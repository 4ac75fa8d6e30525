"""The JSON Schemas: whatever the program reads and writes fits them, and what it refuses does not."""

from __future__ import annotations

import copy
import functools
import json
import random
import tomllib
from collections.abc import Iterator, Mapping
from pathlib import Path
from typing import Any

import jsonschema
import pytest
from hypothesis import given
from hypothesis import strategies as st

from tests.gate_sweeps import WARNED, PlateSweep, swept_problem
from tests.synthetic import charged_result, core_shell_result
from wiresolve.describe import gate_tables, material_file, shape_tables, wire_keys, wirefile
from wiresolve.describe.key_kinds import Either, Inner, Key, Kind, Named, Quantity, Row
from wiresolve.describe.plain import LENGTH_KEYS
from wiresolve.errors import InputError
from wiresolve.gate_curve import gate_curve
from wiresolve.output import schema
from wiresolve.output.gate_curve_tables import gate_curve_json
from wiresolve.output.tables import result_json
from wiresolve.solve import solve
from wiresolve.units import UNITS, parse_quantity

GEOMETRIES = sorted((Path(__file__).parents[1] / "geometries").glob("*.toml"))
WIRE = schema.wire_schema()
VALIDATOR = jsonschema.Draft202012Validator(WIRE)
GOOD = """title = "probe"
[section]
shape = "circle"
diameter = "10 nm"
material = "GaAs"
[[section.layers]]
thickness = "4 nm"
material = "Al0.3Ga0.7As"
[carriers]
temperature = ["77 K", "300 K"]
[accuracy]
subbands = 4
"""


def flaws(text: str) -> list[str]:
    """Where a wire file does not fit the schema."""
    return [error.json_path for error in VALIDATOR.iter_errors(tomllib.loads(text))]


@pytest.mark.parametrize("kind", schema.KINDS)
def test_schemas_are_schemas(kind: str) -> None:
    made = schema.schema(kind)
    assert made["$schema"].endswith("2020-12/schema")
    jsonschema.Draft202012Validator.check_schema(made)
    # No keyword is used that older editors would pass over.
    later = ("$defs", "$ref", "prefixItems", "unevaluatedProperties", "dependentRequired", "dependentSchemas")
    assert [word for word in later if f'"{word}"' in json.dumps(made)] == []


def described(part: Any, path: str = "") -> Iterator[tuple[str, str]]:
    """Every key of a schema with its description; those that only narrow another part have none to give."""
    if isinstance(part, Mapping):
        for key, inner in part.get("properties", {}).items():
            yield f"{path}.{key}", inner.get("description", "")
        for key, inner in part.items():
            if key not in ("allOf", "if", "then", "else"):
                yield from described(inner, f"{path}.{key}")
    elif isinstance(part, list):
        for inner in part:
            yield from described(inner, path)


@pytest.mark.parametrize("kind", schema.KINDS)
def test_every_key_is_described(kind: str) -> None:
    found = list(described(schema.schema(kind)))
    assert len(found) > 60
    assert [path for path, text in found if not text.strip(" .")] == []


@pytest.mark.parametrize("path", GEOMETRIES, ids=lambda path: path.stem)
def test_geometries_fit(path: Path) -> None:
    assert flaws(path.read_text(encoding="utf-8")) == []


@pytest.mark.parametrize("path", GEOMETRIES, ids=lambda path: path.stem)
def test_resolved_wire_files_fit(path: Path) -> None:
    """`input.toml` of a result writes every default out, with exact numbers."""
    assert flaws(wirefile.dump(wirefile.read(path))) == []


@pytest.mark.parametrize(
    ("old", "new", "where"),
    [
        ("diameter =", "diametre =", "$.section"),
        ('"10 nm"', "10", "$.section.diameter"),
        ('"10 nm"', '"10"', "$.section.diameter"),
        ('"10 nm"', '"10 eV"', "$.section.diameter"),
        ('"10 nm"', '"-10 nm"', "$.section.diameter"),
        ('"10 nm"', '"0 nm"', "$.section.diameter"),
        ('"4 nm"', "4.0", "$.section.layers[0].thickness"),
        ("thickness =", "thicknes =", "$.section.layers[0]"),
        ('["77 K", "300 K"]', "[77, 300]", "$.carriers.temperature"),
        ('["77 K", "300 K"]', '["77 K", "77 K"]', "$.carriers.temperature"),
        ('"circle"', '"circel"', "$.section.shape"),
        ('"circle"', '"ellipse"', "$.section"),
        ("[accuracy]", "[acuracy]", "$"),
        ("subbands = 4", "subbands = 4.5", "$.accuracy.subbands"),
        ("subbands = 4", "subbands = 0", "$.accuracy.subbands"),
        ("subbands = 4", 'energy = "0.1 nm"', "$.accuracy.energy"),
        ('material = "GaAs"', "", "$.section"),
        ('thickness = "4 nm"', "", "$.section.layers[0]"),
        ("[carriers]", '[carriers]\nkind = "holes"', "$.carriers.kind"),
        ("[carriers]", "[materials.GaAs]\nelectron_mas = 0.07\n[carriers]", "$.materials.GaAs"),
        ("[carriers]", "[materials.GaAs]\nconduction_edge = 0.1\n[carriers]", "$.materials.GaAs.conduction_edge"),
        ("[carriers]", "[potential]\nfield = [0.1, 0]\n[carriers]", "$.potential.field[0]"),
        ("[carriers]", '[[gates]]\nname = "a"\ntouches = "rim"\n[carriers]', "$.gates[0]"),
        ("[carriers]", '[[gates]]\nname = "a"\nlineup_voltage = 0\n[carriers]', "$.gates[0].lineup_voltage"),
    ],
)
def test_slips_do_not_fit(old: str, new: str, where: str) -> None:
    assert flaws(GOOD) == []
    assert old in GOOD
    text = GOOD.replace(old, new, 1)
    assert where in flaws(text)
    with pytest.raises(InputError):
        wirefile.parse(text)


OTHERS: tuple[Any, ...] = (
    *("10 nm", "0 nm", "-3 nm", "+4nm", "0.1eV", "5 meV", "77 K", "0 K", "30 deg", "1e18 cm^-3", "0.5 V", "500 ohm"),
    *("GaAs", "void", "rim", "excluded", "partial", "full", "parabolic", "local density", "hard wall", "circle"),
    *(0, 1, 2.5, -1, True, [], [1, 1, 0], ["77 K", "300 K"], ["3 nm", "0 nm"], [{"from": "30 deg", "to": "90 deg"}]),
)
"""Values that stand somewhere in a wire file."""


def places(value: Any, path: tuple[Any, ...] = ()) -> Iterator[tuple[Any, ...]]:
    """The paths of all keys and entries."""
    inner = value.items() if isinstance(value, dict) else enumerate(value) if isinstance(value, list) else ()
    for key, part in inner:
        yield (*path, key)
        yield from places(part, (*path, key))


def test_whatever_the_reader_takes_fits() -> None:
    """Wire files changed at random: the schema refuses none that the reader takes."""
    chance, taken = random.Random(5), 0
    originals = [tomllib.loads(path.read_text(encoding="utf-8")) for path in GEOMETRIES if "mesh" not in path.stem]
    for _ in range(500):
        data = copy.deepcopy(chance.choice(originals))
        *path, last = chance.choice(list(places(data)))
        table = functools.reduce(lambda part, key: part[key], path, data)
        if isinstance(table[last], dict) and isinstance(table, list):
            continue  # a list of tables can hold nothing else
        if chance.random() < 0.3:
            del table[last]
        elif chance.random() < 0.6 or not isinstance(table, dict):
            table[last] = chance.choice(OTHERS)
        else:
            table[chance.choice(sorted(names(EVERY_KEY)))] = chance.choice(OTHERS)
        lines: list[str] = []
        wirefile._write(lines, "", data)
        text = "\n".join(lines)
        try:
            wirefile.parse(text, GEOMETRIES[0].parent)
        except InputError:
            continue
        taken += 1
        assert flaws(text) == [], text
    assert taken > 60


def dimensions(kind: Kind) -> Iterator[Quantity]:
    """The quantities in what may stand behind a key."""
    match kind:
        case Quantity():
            yield kind
        case Row() | Named():
            yield from dimensions(kind.of)
        case Either():
            for one in kind.kinds:
                yield from dimensions(one)
        case _:
            pass


EVERY_KEY: tuple[Key, ...] = (
    *wire_keys.TOP,
    *wire_keys.SHAPE,
    *wire_keys.OUTLINE,
    *wire_keys.MESH,
    *wire_keys.SECTION_OWN,
    *(key for table in wire_keys.TABLES.values() for key in table),
)
QUANTITIES = sorted({q for key in EVERY_KEY for q in dimensions(key.kind)}, key=repr)
NUMBERS = st.from_regex(r"[+-]?([0-9]{1,3}\.?[0-9]{0,3}|\.[0-9]{1,3})([eE][+-]?[0-9]{1,2})?", fullmatch=True)
SPACES = st.sampled_from(["", " ", "  "])
ANY_UNIT = st.sampled_from(sorted({unit for units in UNITS.values() for unit in units} | {"", "foot", "n m", "nm2"}))


@given(st.sampled_from(QUANTITIES), NUMBERS, SPACES, ANY_UNIT)
def test_the_pattern_of_a_quantity_is_what_the_reader_takes(
    quantity: Quantity, number: str, space: str, unit: str
) -> None:
    text = f"{number}{space}{unit}"
    fits = jsonschema.Draft202012Validator({"pattern": schema.pattern(quantity)}).is_valid(text)
    try:
        value = parse_quantity(text, quantity.dimension, "field")
    except InputError:
        assert not fits
        return
    # Zero may be written with a minus sign wherever it may be written; numbers below 1e-300 are as good as zero.
    allowed = quantity.signed or value > 0 or (value == 0 and quantity.zero)
    if value == 0 and not (quantity.signed or quantity.zero):
        assert not fits or "e-" in text.lower()
    elif not number.startswith("-") or quantity.signed:
        assert fits == allowed
    else:
        assert not fits


READ = {
    "layer": wirefile.LAYER_KEYS,
    "group": shape_tables.GROUP_KEYS,
    "material": material_file.MATERIAL_KEYS,
    "valley": material_file.VALLEY_KEYS,
    "orientation": wirefile.ORIENTATION_KEYS,
    "carriers": wirefile.CARRIER_KEYS,
    "accuracy": wirefile.ACCURACY_KEYS,
    "potential": wirefile.POTENTIAL_KEYS,
    "harmonic": wirefile.HARMONIC_KEYS,
    "gate": gate_tables.GATE_KEYS,
    "insulator": gate_tables.INSULATOR_KEYS,
    "arc": gate_tables.ARC_KEYS,
    "surface": gate_tables.SURFACE_KEYS,
    "surroundings": gate_tables.SURROUNDINGS_KEYS,
    "slab": gate_tables.SLAB_KEYS,
    "stack end": gate_tables.STACK_END_KEYS,
    "voltages": gate_tables.VOLTAGES_KEYS,
    "transport": gate_tables.TRANSPORT_KEYS,
}
"""The keys that the reader takes, by table."""


def names(keys: tuple[Key, ...]) -> set[str]:
    return {key.name for key in keys}


def test_the_schema_has_the_keys_of_the_reader_and_no_others() -> None:
    assert {name: names(keys) for name, keys in wire_keys.TABLES.items() if name != "patch"} == {
        name: set(keys) for name, keys in READ.items()
    }
    assert names(wire_keys.TOP) == set(wirefile.TOP_KEYS)
    shaped = names((*wire_keys.SHAPE, *wire_keys.OUTLINE, *wire_keys.MESH))
    for own, keys in ((wire_keys.SECTION_OWN, wirefile.SECTION_KEYS), (wire_keys.PATCH, wirefile.PATCH_KEYS)):
        assert names(own) == set(keys)
        every = {key for shape in LENGTH_KEYS for key in shape_tables.keys_of(shape, keys)}
        assert every == shaped | names(own)
    assert set(wire_keys.SHAPES) == set(LENGTH_KEYS) == {*shape_tables.SHAPES, "outline", "mesh"}


def test_no_key_is_described_twice_in_a_table() -> None:
    for keys in (*wire_keys.TABLES.values(), wire_keys.TOP, wire_keys.SHAPE, wire_keys.OUTLINE, wire_keys.MESH):
        assert len(names(keys)) == len(keys)
    for table in {key.kind.table for key in EVERY_KEY if isinstance(key.kind, Inner)} - {"section"}:
        assert table in wire_keys.TABLES


def check(kind: str, text: str) -> set[str]:
    """The keys of an output that fits its schema, and where they stand."""
    data = json.loads(text)
    errors = jsonschema.Draft202012Validator(schema.schema(kind)).iter_errors(data)
    assert [f"{error.json_path}: {error.message}" for error in errors] == []

    def paths(value: Any, path: str) -> Iterator[str]:
        if isinstance(value, Mapping):
            for key, inner in value.items():
                yield f"{path}.{key}"
                yield from paths(inner, f"{path}.{key}")
        elif isinstance(value, list):
            for inner in value:
                yield from paths(inner, f"{path}[]")

    return set(paths(data, "$"))


def documented(part: Mapping[str, Any], path: str = "$") -> Iterator[str]:
    """The keys that a schema names, but for those of names that users choose."""
    for key, inner in part.get("properties", {}).items():
        yield f"{path}.{key}"
        yield from documented(inner, f"{path}.{key}")
    if "items" in part:
        yield from documented(part["items"], f"{path}[]")


def test_results_fit() -> None:
    small = GOOD.replace('["77 K", "300 K"]', '"77 K"').replace("subbands = 4", 'subbands = 2\nenergy = "5 meV"')
    gated = small + '[[gates]]\nname = "wrap"\ntouches = "rim"\nvoltage = "0.1 V"\nlineup_voltage = "0 V"\n'
    head, _, tail = small.replace("GaAs", "InAs").partition("[[section.layers]]")  # its bare surface is warned of
    alone = head.replace('"circle"', '"rectangle"').replace('diameter = "10 nm"', 'width = "9 nm"\nheight = "7 nm"')
    found = check("result", result_json(solve(wirefile.parse(gated))))
    found |= check("result", result_json(solve(wirefile.parse(alone + tail.partition('As"\n')[2])), "marked"))
    # Everything that the schema documents is there in one of them.
    assert sorted(set(documented(schema.result_schema())) - found) == []


def test_results_made_by_hand_fit() -> None:
    """Their verdict is empty, and nothing else is left out."""
    for result in (core_shell_result(4), charged_result()):
        data = json.loads(result_json(result))
        errors = jsonschema.Draft202012Validator(schema.result_schema()).iter_errors(data)
        assert {error.json_path.split(".")[1] for error in errors} <= {"verdict"}


def test_a_result_with_a_key_too_many_does_not_fit() -> None:
    data = json.loads(result_json(core_shell_result(2)))
    validator = jsonschema.Draft202012Validator({**schema.result_schema(), "required": []})
    data["subbands"][0]["energy"] = 1.0
    assert "$.subbands[0]" in {error.json_path for error in validator.iter_errors(data)}


def test_gate_curves_fit() -> None:
    problem = swept_problem(4, drain_V=(0.1,))
    curve = gate_curve(problem, solver=lambda given: PlateSweep(given, failing=(1,), warnings=(WARNED,)))
    found = check("gate-curve", gate_curve_json(curve, "marked"))
    assert sorted(set(documented(schema.gate_curve_schema())) - found) == []
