"""What an error of a dimension does, in words, in tables and along the outline."""

from __future__ import annotations

import csv
import io
import math
from dataclasses import replace

import numpy as np
import pytest
from matplotlib.colors import LinearSegmentedColormap
from matplotlib.patches import PathPatch

from tests.synthetic import core_shell_result
from tests.truth._wires import material, wire
from wiresolve.describe.section import Layer, Section
from wiresolve.describe.shapes import Circle, Polygon, Rectangle
from wiresolve.fem.outline import outline_edges
from wiresolve.output.canvas import ENDS
from wiresolve.output.outline_figure import sensitivity
from wiresolve.output.tables import sensitivity_table, subbands_csv
from wiresolve.physics.outline_motion import outline_motion
from wiresolve.physics.sensitivity import OutlineSensitivity, Sensitivity, outline_sensitivity
from wiresolve.physics.spread import same_width_K, sentence
from wiresolve.physics.subbands import certify
from wiresolve.physics.wire import Wire
from wiresolve.result import Result
from wiresolve.units import HBAR2_OVER_2M0, KB

LEVEL = np.array([1, 2, 2, 3])


def by(of: str, *values: float) -> Sensitivity:
    return Sensitivity(of, "eV_per_nm", np.array(values))


def test_a_spread_is_as_wide_as_a_temperature() -> None:
    """Half of the height of 1/(4 kT cosh^2(E/2kT)) against that of a normal distribution."""
    kelvin = same_width_K(1e-3)
    assert kelvin == pytest.approx(7.75, abs=0.005)
    half = 0.5 * 2e-3 * math.sqrt(2 * math.log(2)) / (2 * KB * kelvin)
    assert 1 / math.cosh(half) ** 2 == pytest.approx(0.5, rel=1e-12)


def test_the_sentence_names_what_matters_most() -> None:
    section = Section(Rectangle(20.0, 10.0), "GaAs")
    found = [
        by("section.width", -1e-3, -4e-3, -4e-3, 0.0),
        by("section.height", -8e-3, -8.4e-3, -8.2e-3, 0.0),
        by("growth of rim", -18e-3, -24.8e-3, -24.4e-3, 0.0),
        Sensitivity("materials.GaAs.electron_mass", "eV_per_m0", np.full(4, -1.0)),
    ]
    text = sentence(section, found, LEVEL, 4.2)
    assert text == (
        "Half a nanometre of height moves the first level by about -4.00 meV and the first spacing by about -0.150 meV;"
        " half a nanometre of width by about -0.500 meV and the first spacing by about -1.50 meV; such a spread of"
        " height (standard deviation) blurs the first step as 31 K would, more than the 4.2 K of the carriers."
    )
    assert text.replace("more than the 4.2 K", "less than the 77 K") == sentence(section, found, LEVEL, 77.0)


def test_small_dimensions_outlines_and_nothing() -> None:
    thin = Section(Circle(16.0), "GaAs", layers=(Layer(2.0, "Al0.3Ga0.7As"),))
    text = sentence(thin, [by("section.layers[1].thickness", -5e-3)], np.array([1]), 0.0)
    assert text.startswith(
        "A tenth of a nanometre of thickness of layer 1 moves the first level by about -0.500 meV; such"
    )
    assert "spacing" not in text
    assert text.endswith("as 3.9 K would.")
    drawn = Section(Polygon(((0.0, 0.0), (20.0, 0.0), (4.0, 12.0))), "GaAs")
    assert "outward growth of rim moves" in sentence(drawn, [by("growth of rim", -5e-3)], np.array([1]), 0.0)
    assert "outward growth of group 7 moves" in sentence(drawn, [by("growth of 7", -5e-3)], np.array([1]), 0.0)
    assert sentence(thin, [by("section.layers[1].thickness", -1e-6)], np.array([1]), 4.2) == ""
    assert sentence(thin, [], np.array([1]), 4.2) == ""


def test_large_motions_are_said_to_be_linear() -> None:
    """Half a nanometre of -8 meV per nm is 4 meV: 10 % of 40 meV."""
    section, found = Section(Rectangle(20.0, 10.0), "GaAs"), [by("section.height", -8e-3)]
    small, large, whole = (sentence(section, found, np.array([1]), 0.0, e) for e in (0.0401, 0.025, 0.001))
    assert "linear" not in small
    assert large.endswith("These are linear estimates, and 16 % of the first level is no small motion.")
    assert "more than the whole of the first level" in whole


def test_a_motion_that_stands_there_under_two_names_is_told_once() -> None:
    values = (-1.5e-3, -4e-3, -4e-3, -7e-3, -7e-3, -8e-3)
    twice = (by("section.layers[1].thickness", *values), by("growth of rim", *values), by("growth of 7", *values))
    assert [row.split()[0] for row in sensitivity_table(listed(*twice))[1:]] == ["layers[1].thickness"]
    other = by("growth of 7", *(2 * v for v in values))
    rows = sensitivity_table(listed(twice[0], other))[1:]
    assert [row.split("  ")[0] for row in rows] == ["layers[1].thickness", "growth of group 7"]


def listed(*found: Sensitivity) -> Result:
    """Six made-up subbands in four levels (1, 2 2, 3 3, 4)."""
    result = core_shell_result(count=6, sensitivities=found)
    assert [s.level for s in result.subbands] == [1, 2, 2, 3, 3, 4]
    return result


def test_table_of_levels() -> None:
    found = (
        by("section.diameter", -1.5e-3, -4e-3, -4e-3, -7e-3, -7e-3, -8e-3),
        by("section.layers[1].thickness", -2e-6, -4e-6, -4e-6, -6e-6, -6e-6, -7e-6),
        by("section.patches[1].width", -0.5e-3, -2e-3, 1.25e-3, 0.0, 0.0, 12.3456e-3),
        Sensitivity("materials.GaAs.electron_mass", "eV_per_m0", np.full(6, -1.0)),
    )
    header, *rows, more = sensitivity_table(listed(*found))
    assert header.split("  ")[0] == "meV for each nm of"
    assert [row.split()[0] for row in rows] == ["diameter", "patches[1].width"]
    assert rows[0].split()[1:] == ["-1.500", "-4.000", "-7.000", "-8.000"]
    assert rows[1].split()[1:] == ["-0.500", "-2.000", "to", "+1.250", "+0.000", "+12.35"]
    assert more == "and 1 more, see result.json"
    assert sensitivity_table(listed()) == []


def test_columns_of_the_subbands() -> None:
    values = (-1.5e-3, -4e-3, -4e-3, -7e-3, -7e-3, -8e-3)
    mass = Sensitivity("materials.GaAs.electron_mass", "eV_per_m0", np.full(6, -1.0))
    text = subbands_csv(listed(by("section.layers[1].thickness", *values), by("growth of rim", *values), mass))
    rows = list(csv.DictReader(io.StringIO("".join(x for x in text.splitlines(True) if not x.startswith("#")))))
    assert [name for name in rows[0] if name.startswith("by_")] == [
        "by_section_layers_1_thickness_eV_per_nm",
        "by_growth_of_rim_eV_per_nm",
    ]
    assert [float(row["by_growth_of_rim_eV_per_nm"]) for row in rows] == list(values)


def along(section: Section, count: int) -> tuple[OutlineSensitivity, float]:
    own = material("well", 0.067)
    made = Wire(wire(section, [own], count, 1e-6))
    done = certify(made.draw, made.channels, count, 1e-6)
    motion = outline_motion(section, outline_edges(done.space.mesh))
    return outline_sensitivity(motion, done.solved, done.minima, done.entries, done.level), float(done.energy_eV[0])


def test_along_a_circle() -> None:
    """By symmetry each nm of the outline has the same share of -2 E/R, for one state and for the mean of a pair."""
    found, energy = along(Section(Circle(16.0), "well"), 3)
    share = -2 * energy / 8.0 / (2 * math.pi * 8.0)
    np.testing.assert_allclose(found.level_eV_per_nm2, share, rtol=2e-3)
    second = (3.8317059702075125 / 2.404825557695773) ** 2  # zeros of J1 and J0, DLMF 10.21
    assert found.spacing_eV_per_nm2 is not None
    np.testing.assert_allclose(found.spacing_eV_per_nm2, (second - 1) * share, rtol=2e-2)
    length = np.linalg.norm(np.diff(found.segments, axis=1)[:, 0], axis=1)
    assert length.sum() == pytest.approx(2 * math.pi * 8.0, rel=1e-3)


def test_along_a_rectangle() -> None:
    """-(hbar^2/2m) (d psi/dn)^2 of sin sin on each of its sides."""
    width, height = 14.0, 8.0
    found, _ = along(Section(Rectangle(width, height), "well"), 1)
    x, y = found.segments.mean(axis=1).T
    unit = HBAR2_OVER_2M0 / 0.067 * 4 / (width * height) * math.pi**2
    beside = np.abs(np.abs(x) - width / 2) < 1e-9
    exact = np.where(beside, np.cos(math.pi * y / height) ** 2 / width**2, np.cos(math.pi * x / width) ** 2 / height**2)
    np.testing.assert_allclose(found.level_eV_per_nm2, -unit * exact, atol=2e-3 * unit / height**2)
    assert found.spacing_eV_per_nm2 is None


def pairs(patch: PathPatch) -> np.ndarray:
    """The pieces of straight line that a patch draws, (m, 2, 2)."""
    return np.asarray(patch.get_path().vertices).reshape(-1, 2, 2)


def test_figure_shows_what_was_found() -> None:
    corner = np.array([[-5.0, -3.0], [5.0, -3.0], [5.0, 3.0], [-5.0, 3.0]])
    segments = np.stack([corner, np.roll(corner, -1, axis=0)], axis=1)
    values = np.array([-1e-3, -2e-3, -1e-3, 3e-3])
    both = core_shell_result(outline_sensitivity=OutlineSensitivity(segments, values, -values))
    figure = sensitivity(both)
    first, first_bar, second, _ = figure.axes
    for axes, shown in ((first, values), (second, -values)):
        casing, *shades = (p for p in axes.get_children() if isinstance(p, PathPatch))
        assert len(casing.get_path().vertices) == 2 * len(segments)
        colour = [
            next(s.get_edgecolor() for s in shades if any((pair == own).all() for pair in pairs(s))) for own in segments
        ]
        # One colour for one value, and the map's own: as far from its middle as the value is from zero.
        assert colour[0] == colour[2] and len({*colour}) == 3
        # The extreme of the outline may lie beyond the colours' ends, which are those of the next one.
        top = np.sort(np.abs(shown))[-2]
        ends = LinearSegmentedColormap.from_list("signed", ENDS)
        for value, own in zip(shown, colour, strict=True):
            np.testing.assert_allclose(own, ends(np.clip((value / top + 1) / 2, 0, 1)), atol=0.02)
        assert (axes.get_xlabel(), axes.get_ylabel()) == ("x (nm)", "y (nm)")
    assert first_bar.get_xlabel().startswith("meV")
    one = core_shell_result(outline_sensitivity=OutlineSensitivity(segments, values, None))
    assert len(sensitivity(one).axes) == 2
    for result in (one, both):
        assert "alike" not in figure_words(result)
        alike = tuple(replace(s, valley="L [1-11] [1-1-1]") for s in result.subbands)
        assert "First level: one of 2 alike valleys is shown" in figure_words(replace(result, subbands=alike))


def figure_words(result: Result) -> str:
    """All words beside the panels, which must lie inside the figure and below its colour bars."""
    figure = sensitivity(result)
    figure.canvas.draw()
    (caption,) = (text for text in figure.texts if "Outwards" in text.get_text())
    box = caption.get_window_extent()
    assert box.x0 >= 0 and box.x1 <= figure.bbox.x1 and box.y0 >= 0
    assert box.y1 <= min(axes.xaxis.label.get_window_extent().y0 for axes in figure.axes)
    return caption.get_text()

TASK DETAILS> In the records above, each line with the string "copy" should be copied.

TASK RESULT>
import copy
        data = copy.deepcopy(chance.choice(originals))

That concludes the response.